I'm trying to better understand exactly what $f_{xy}(x,y)$ at a point is geometrically, and possibly understand why $f_{xy}$ and $f_{yx}$ should be equivalent, not just because the math happened to make it so. For example, $f_{xx}$ would be like looking at the concavity of the function in only the $x$ direction.
My real question is about how the second partial derivative test works.
$$D(x,y)=f_{xx}(x,y)f_{yy}(x,y)-(f_{xy}(x,y))^2$$
I can see that the sign of the first term can be interpreted as whether or not the concavity in both the $x$ and $y$ directions are in the same direction. For a critical point $(a,b)$, if the concavities are opposite, then we have a saddle point.

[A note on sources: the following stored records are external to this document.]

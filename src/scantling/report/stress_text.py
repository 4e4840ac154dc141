"""Text of the stress stage alone."""

from __future__ import annotations

from collections.abc import Callable, Sequence

from scantling.core.estimate import Estimate
from scantling.planning.refits import StressRun
from scantling.report.limits_section import inclusion_words, law_words, ratio
from scantling.report.sections import heading, law, receipt_lines
from scantling.report.stress_record import StressReport
from scantling.report.text import NARROWEST
from scantling.report.wording import (
    ALWAYS,
    PLAN_CAUTIONS,
    labelled,
    many,
    paragraph,
    shortened,
    table,
    two,
)

Shown = Callable[[float], str]
HEAD = "scantling stress: "
NO_NUMBER = "none"
SHORT = {"normal-volatility": "normal on path"}
"""Heads that would be too wide beside two others."""


def render_stress(report: StressReport, width: int = 80) -> str:
    """Return the report as plain text, at least 80 columns wide."""
    width = max(width, NARROWEST)
    lines = [HEAD + shortened(report.title, width - len(HEAD))]
    lines += labelled("Verdict", report.judgement.answer.upper(), width)
    for place, reason in enumerate(report.judgement.reasons):
        lines += labelled("" if place else "Because", reason, width)
    if report.compared is not None:
        fares = " ".join([f"{report.compare}: {report.compared.answer}.", *report.compared.reasons])
        lines += labelled("Compared", fares, width)
    lines += labelled(
        "Columns", f"{report.columns:,} of {many(report.rows, 'row')}, {report.rule} penalty", width
    )
    lines += heading("What is refitted")
    for fact in report.facts:
        lines += paragraph(fact, width)
    if report.runs:
        lines += _selection(report, width)
    lines += law(report, width)
    lines += heading("Cautions")
    for caution in ALWAYS if report.names else PLAN_CAUTIONS:
        lines += paragraph(caution, width)
    lines += receipt_lines(report.receipt, width)
    return "\n".join(line.rstrip() for line in lines) + "\n"


def _selection(report: StressReport, width: int) -> list[str]:
    """The criteria: laws side by side, or, where two rules are compared, rules under each law."""
    lines = heading("Selection under fresh errors")
    stated = not report.names
    if report.compare is None:
        heads = [SHORT.get(run.law, law_words(run.law, stated=stated)) for run in report.runs]
        lines += _criteria(report, report.runs, heads)
    for name in dict.fromkeys(run.law for run in report.runs) if report.compare else ():
        runs = [run for run in report.runs if run.law == name]
        lines += [f"  Under the {law_words(name, stated=stated)}, on the same draws:"]
        lines += [*_criteria(report, runs, [run.rule for run in runs]), ""]
    lines += paragraph("In brackets 90 % intervals, simulation error included.", width)
    for run in report.runs:
        if run.law == "fitted":
            rule = f"With {run.rule}: " if report.compare else ""
            words = inclusion_words(run, report.names)
            lines += paragraph(rule + (words[0].lower() + words[1:] if rule else words), width)
    return lines


def _criteria(report: StressReport, runs: Sequence[StressRun], heads: Sequence[str]) -> list[str]:
    target = report.target
    asked: list[tuple[str, str, str, Shown]] = [
        ("stability", "stability", f">= {target.stability:g}", two),
        ("power", "power", f">= {target.power:g}", two),
        ("false share", "false_share", f"<= {target.false_share:g}", two),
        ("exact support", "exact", "", two),
        ("sign errors", "sign_errors", "", two),
        ("columns picked", "size", "", _one),
        ("prediction loss", "prediction_loss", "", ratio),
    ]
    rows = [["Criterion", "asked", *heads]]
    for words, name, bar, shown in asked:
        rows.append([words, bar, *(_cell(getattr(run, name), shown) for run in runs)])
    return table(rows)


def _one(value: float) -> str:
    return f"{value:.1f}" if value < 10 else f"{value:.0f}"


def _cell(found: Estimate | None, shown: Shown) -> str:
    if found is None:
        return NO_NUMBER
    return f"{shown(found.value)} ({shown(found.low)}-{shown(found.high)})"
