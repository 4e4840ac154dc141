"""Rows of the study of predicted risk, and the written results: errors, bands, verdicts."""

from __future__ import annotations

import csv
import itertools
from collections import Counter
from collections.abc import Iterable
from dataclasses import asdict, dataclass, fields
from pathlib import Path

import numpy as np
from risk_grid import APART, GRID, REPLICATIONS
from write_up import preamble, share_error, table

from scantling.core.record import FloatArray
from scantling.planning.budget import BORDERLINE, OVER, WITHIN

RISK = 0.05
CLEARLY_OVER, CLEARLY_WITHIN = 2 * RISK, RISK / 2
"""True risks beyond these are clear cases."""
MOST_RATIO = 1.25
MOST_WRONG = 0.05
MOST_UNDECIDED = 0.30
LEAST_COVERED = 0.85


@dataclass(frozen=True, slots=True, kw_only=True)
class Row:
    """One replication of one design."""

    design: int
    """Place in the grid."""
    replication: int
    """From 1."""
    truth: float
    """Break-through risk by brute force."""
    tool: float
    """Predicted risk at p, as the tool gives it."""
    low: float
    """Lower end of its band."""
    high: float
    """Upper end."""
    answer: str
    """Verdict by the noise limit alone."""
    family: str
    """Family of the fitted law."""
    index: float
    """Its tail index, the volatility's share included."""
    volatile: int
    """1 if a volatility path was fitted."""
    oracle: float
    """Predicted by the oracle, with as many draws as the tool takes."""
    shape: float
    """The oracle's shape: 1/df of Student laws, exponent of GED and stable ones, else 0."""
    bootstrap: float
    """Predicted by the bootstrap of residuals, with as many draws as the tool takes."""
    tool_exact: float
    """The tool's law with 4,000 draws."""
    oracle_exact: float
    """The oracle's law with 4,000 draws."""
    bootstrap_exact: float
    """The bootstrap with 4,000 draws."""
    seconds: float
    """Of the tool's chain."""


def write_rows(path: Path, rows: list[Row]) -> None:
    """Raw rows, floats to four digits."""
    with path.open("w", encoding="utf-8", newline="") as file:
        writer = csv.writer(file, lineterminator="\n")
        writer.writerow([f.name for f in fields(Row)])
        for row in rows:
            values = asdict(row).values()
            writer.writerow([f"{v:.4g}" if isinstance(v, float) else v for v in values])


def read_rows(path: Path) -> list[Row]:
    """Rows written by `write_rows`."""
    kinds = {f.name: {"int": int, "float": float}.get(str(f.type), str) for f in fields(Row)}
    with path.open(encoding="utf-8", newline="") as file:
        return [Row(**{k: kinds[k](v) for k, v in row.items()}) for row in csv.DictReader(file)]


class Sheet:
    """Rows as arrays, by field."""

    def __init__(self, rows: Iterable[Row]) -> None:
        self.rows = list(rows)
        self.design = np.array([row.design for row in self.rows])
        self.truth = self.values("truth")

    def values(self, name: str) -> FloatArray:
        """One field of every row."""
        return np.array([getattr(row, name) for row in self.rows])

    def misses(self, name: str) -> FloatArray:
        """Absolute errors of one prediction."""
        return np.asarray(np.abs(self.values(name) - self.truth))

    def only(self, families: Iterable[str]) -> Sheet:
        """The rows whose errors are of these families."""
        wanted = set(families)
        return Sheet(row for row in self.rows if GRID[row.design].law.family in wanted)

    def of(self, design: int) -> Sheet:
        """The rows of one design."""
        return Sheet(row for row in self.rows if row.design == design)

    def error_of_mean(self, values: FloatArray) -> float:
        """Monte Carlo standard error of a mean over designs, each with its own variance.

        Where a design has one sample only, that of the pooled values, which is too large.
        """
        places, counts = np.unique(self.design, return_counts=True)
        if counts.min() < 2:
            return float(values.std()) / values.size**0.5
        total = 0.0
        for place, count in zip(places, counts, strict=True):
            total += count * float(values[self.design == place].var(ddof=1))
        return total**0.5 / values.size

    def ratio(self, one: str, other: str) -> tuple[float, float]:
        """Mean absolute error of one over the other's, and its standard error."""
        top, bottom = self.misses(one), self.misses(other)
        ratio = float(top.mean() / bottom.mean())
        return ratio, self.error_of_mean(top - ratio * bottom) / float(bottom.mean())

    @property
    def covered(self) -> np.ndarray:
        """Whether each band holds the truth."""
        return (self.values("low") <= self.truth) & (self.truth <= self.values("high"))

    @property
    def over(self) -> np.ndarray:
        """Clearly too many columns."""
        return self.truth > CLEARLY_OVER

    @property
    def within(self) -> np.ndarray:
        """Clearly few enough."""
        return self.truth < CLEARLY_WITHIN

    @property
    def wrong(self) -> np.ndarray:
        """Within where the truth is clearly over, or the other way round."""
        answer = self.values("answer")
        return (self.over & (answer == WITHIN)) | (self.within & (answer == OVER))

    @property
    def undecided(self) -> np.ndarray:
        """Borderline in clear cases."""
        return (self.over | self.within) & (self.values("answer") == BORDERLINE)


def _groups(sheet: Sheet) -> list[tuple[str, Sheet]]:
    """All promised families together, each of them, then those apart."""
    families = list(dict.fromkeys(design.law.family for design in GRID))
    promised = [family for family in families if family not in APART]
    groups = [("all", sheet.only(promised))] + [(f, sheet.only([f])) for f in promised]
    groups += [(f"{family} (apart)", sheet.only([family])) for family in APART]
    return [(name, some) for name, some in groups if some.rows]


def _accuracy(groups: list[tuple[str, Sheet]], exact: bool) -> list[str]:
    end = "_exact" if exact else ""
    body = []
    for name, some in groups:
        row = [name, str(np.unique(some.design).size), f"{some.truth.mean():.3f}"]
        for one in ("tool", "oracle", "bootstrap"):
            missed = some.misses(one + end)
            row.append(f"{missed.mean():.4f} ({some.error_of_mean(missed):.4f})")
        ratio, error = some.ratio("tool" + end, "oracle" + end)
        row += [
            f"{ratio:.2f} ({error:.2f})",
            f"{some.ratio('bootstrap' + end, 'oracle' + end)[0]:.2f}",
        ]
        row += [
            f"{(some.values(one + end) - some.truth).mean():+.4f}" for one in ("tool", "oracle")
        ]
        body.append(row)
    header = ["errors", "designs", "true risk", "tool", "oracle", "bootstrap", "tool / oracle",
              "bootstrap / oracle", "bias, tool", "bias, oracle"]  # fmt: skip
    return table(header, body)


def _share(hits: np.ndarray, of: np.ndarray) -> str:
    count, total = int((hits & of).sum()), int(of.sum())
    if not total:
        return "none"
    share = count / total
    return f"{100 * share:.1f} % ({100 * share_error(share, total):.1f}) of {total}"


def _verdicts(groups: list[tuple[str, Sheet]]) -> list[str]:
    body = []
    for name, some in groups:
        clear, all_rows = some.over | some.within, np.ones(some.truth.size, dtype=bool)
        body.append([
            name, _share(some.covered, all_rows), _share(some.wrong, clear),
            _share(some.undecided, clear), _share(some.wrong, some.over),
            _share(some.undecided, some.over), _share(some.wrong, some.within),
            _share(some.undecided, some.within),
        ])  # fmt: skip
    header = ["errors", "band covers", "clear: wrong", "clear: borderline", "over: within",
              "over: borderline", "within: over", "within: borderline"]  # fmt: skip
    return table(header, body)


def _by_answer(sheet: Sheet) -> list[str]:
    """Verdicts by true risk."""
    edges = (0, CLEARLY_WITHIN, RISK, CLEARLY_OVER, 0.2, 1.0001)
    answer = sheet.values("answer")
    body = []
    for low, high in itertools.pairwise(edges):
        here = (sheet.truth >= low) & (sheet.truth < high)
        counts = [str(int((here & (answer == a)).sum())) for a in (WITHIN, BORDERLINE, OVER)]
        body.append([f"{low:g} to {min(high, 1):g}", str(int(here.sum())), *counts])
    return table(["true risk", "cases", WITHIN, BORDERLINE, OVER], body)


def _designs(sheet: Sheet) -> list[str]:
    body = []
    for place in np.unique(sheet.design):
        some = sheet.of(int(place))
        laws = Counter(
            row.family + (" with volatility" if row.volatile else "") for row in some.rows
        )
        body.append([
            GRID[place].name,
            f"{some.truth.mean():.3f} ({some.truth.min():.3f} to {some.truth.max():.3f})",
            *(f"{some.misses(one).mean():.4f}" for one in ("tool", "oracle", "bootstrap")),
            f"{(some.values('tool') - some.truth).mean():+.4f}",
            f"{(some.values('oracle') - some.truth).mean():+.4f}",
            f"{int(some.covered.sum())}/{len(some.rows)}",
            f"{int(some.wrong.sum())}, {int(some.undecided.sum())}",
            "; ".join(f"{name} {count}" for name, count in laws.most_common()),
        ])  # fmt: skip
    header = ["errors / columns, n x p", "true risk", "tool", "oracle", "bootstrap",
              "bias, tool", "bias, oracle", "covered", "wrong, borderline",
              "laws fitted"]  # fmt: skip
    return table(header, body)


def _held(holds: bool) -> str:
    return "held" if holds else "not held"


def _reading(groups: list[tuple[str, Sheet]]) -> list[str]:
    """Each bar, whether it holds, and where not."""
    _, everything = groups[0]
    promised = [(name, some) for name, some in groups[1:] if "(apart)" not in name]
    ratio, error = everything.ratio("tool", "oracle")
    above = [
        f"{name} {r:.2f} ({e:.2f}; {some.misses('tool').mean():.4f} against"
        f" {some.misses('oracle').mean():.4f})"
        for name, some in promised
        for r, e in [some.ratio("tool", "oracle")]
        if r > MOST_RATIO
    ]
    gain, gain_error = everything.ratio("tool", "bootstrap")
    clear = everything.over | everything.within
    wrong = float(everything.wrong.sum() / max(1, clear.sum()))
    undecided = float(everything.undecided.sum() / max(1, clear.sum()))
    covered = float(everything.covered.mean())
    lines = [
        f"- Mean absolute error of the predicted risk {everything.misses('tool').mean():.4f},"
        f" the oracle's {everything.misses('oracle').mean():.4f}: ratio {ratio:.2f} ({error:.2f}),"
        f" bar {MOST_RATIO:g}: {_held(ratio <= MOST_RATIO)}.",
        f"- Families above the bar: {'; '.join(above) or 'none'}.",
        f"- The bootstrap of residuals: {everything.misses('bootstrap').mean():.4f}; the tool's"
        f" error is {gain:.2f} ({gain_error:.2f}) of it.",
        f"- Bands cover the truth in {100 * covered:.1f} %, bar {100 * LEAST_COVERED:.0f} %:"
        f" {_held(covered >= LEAST_COVERED)}.",
        f"- Clear cases: {100 * wrong:.1f} % wrong, bar {100 * MOST_WRONG:.0f} %:"
        f" {_held(wrong <= MOST_WRONG)}; {100 * undecided:.1f} % borderline, bar"
        f" {100 * MOST_UNDECIDED:.0f} %: {_held(undecided <= MOST_UNDECIDED)}.",
    ]
    for kind, hits in (("Wrong", everything.wrong), ("Borderline", everything.undecided)):
        counts = Counter(int(d) for d in everything.design[hits])
        worst = "; ".join(f"{GRID[d].name} {k}" for d, k in counts.most_common(6))
        lines.append(f"- {kind} most often: {worst or 'never'}.")
    for at_most, words in ((False, "furthest above"), (True, "furthest below")):
        places = np.unique(everything.design)
        bias = [float((everything.of(int(d)).values("tool")
                       - everything.of(int(d)).truth).mean()) for d in places]  # fmt: skip
        order = np.argsort(bias if at_most else [-b for b in bias])[:4]
        named = "; ".join(f"{GRID[places[k]].name} {bias[k]:+.3f}" for k in order)
        lines.append(f"- Predictions lie {words} the truth, on average, in: {named}.")
    return ["## Reading", "", *lines, ""]


def _extent(sheet: Sheet) -> str:
    """How many samples there are of the full study's."""
    full = REPLICATIONS * len(GRID)
    done = len(sheet.rows)
    if done == full:
        return f"{REPLICATIONS} samples of each"
    return f"PARTIAL: {done} samples of the {full} of the full study"


def write_results(out: Path, rows: list[Row], seconds: float) -> None:
    """Write the tables and the reading."""
    sheet = Sheet(rows)
    groups = _groups(sheet)
    moderate = [d for d in GRID if d.law.family not in APART]
    share = np.mean([0.03 <= d.risk <= 0.30 for d in moderate])
    lines = preamble("Predicted break-through risk against brute force", seconds)
    lines += [
        f"{len(GRID)} known designs, {100 * share:.0f} % of those promised with a true risk"
        f" between 0.03 and 0.30; {_extent(sheet)}. Everything is drawn anew in each sample;"
        " truth: 4,000 draws of the true errors given the sample's columns and volatility path."
        " Tool: pilot, diagnosis, law and break-through simulation with 400 replicates, from"
        " columns and response alone. Oracle: maximum likelihood with the true family on the true"
        " errors, true mean known, the same number of draws. Bootstrap: centred residuals of the"
        " pilot resampled independently, the same number of draws. Accepted risk 0.05, constant"
        " 1.1. Monte Carlo standard errors in brackets. One row for each sample in"
        f" {out.with_suffix('.csv').name}.",
        "",
        *_reading(groups),
        "## Mean absolute error of the risk at p",
        "",
        *_accuracy(groups, exact=False),
        "The same with 4,000 draws each, so that hardly any simulation error is left. Here the tool"
        " stands for the law it chose alone; its prediction above is the average over all laws"
        " the sample leaves open: what that average is worth is the difference.",
        "",
        *_accuracy(groups, exact=True),
        "## Bands and verdicts",
        "",
        "By the noise limit alone. Clear: true risk above 0.10 (over) or under 0.025 (within).",
        "",
        *_verdicts(groups),
        *_by_answer(groups[0][1]),
        "## Designs",
        "",
        *_designs(sheet),
    ]
    out.parent.mkdir(parents=True, exist_ok=True)
    out.write_text("\n".join(lines), encoding="utf-8")
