def reading(firsts: list[list[str]], seconds: list[list[str]]) -> list[str]:
    """Where drawn tables differ from true ones beyond chance, from the printed means."""

    def apart(rows: list[list[str]], true: int, drawn: int) -> str:
        found = []
        for row in rows:
            if "-" in (row[true], row[drawn]):
                continue
            (a, a_error), (b, b_error) = (
                map(float, row[place].removesuffix(")").split(" (")) for place in (true, drawn)
            )
            if abs(a - b) > CLEAR * max(np.hypot(a_error, b_error), 1e-4):
                found.append(f"{row[0]} {100 * (b / a - 1):+.0f} %")
        return "; ".join(found) or "none"

    return [
        f"Drawn against true, where the means are more than {CLEAR:g} of their joint standard"
        " errors apart:",
        "",
        f"- score 1/index: {apart(firsts, 1, 2)};",
        f"- penalty ratio: {apart(firsts, 3, 4)};",
        f"- largest correlation: {apart(seconds, 3, 4)};",
        f"- all pairs' correlation: {apart(seconds, 5, 6)}.",
        "",
        "The penalty ratio of volatile cases is that of the fitted error law as well: a GARCH"
        " fitted to one sample may be far heavier than what made it, hence the spread between"
        " samples.",
        "",
    ]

It's also easy to see that $D(a,b)<0$.
When the concavities do agree, then $f_{xy}$ starts to play a role in the sign of $D$. My current understanding on why this is necessary, is because looking at the second derivatives at only the $x$ and $y$ directions doesn't quite give the entire picture on what is happening at $(a,b)$, but including $f_{xy}$ gives sufficient information to determine if $(a,b)$ is truly a local extremum or a saddle point instead (given that $D\neq0$).
My problem is that I still don't exactly get what sort of information $f_{xy}$ entails for a given point.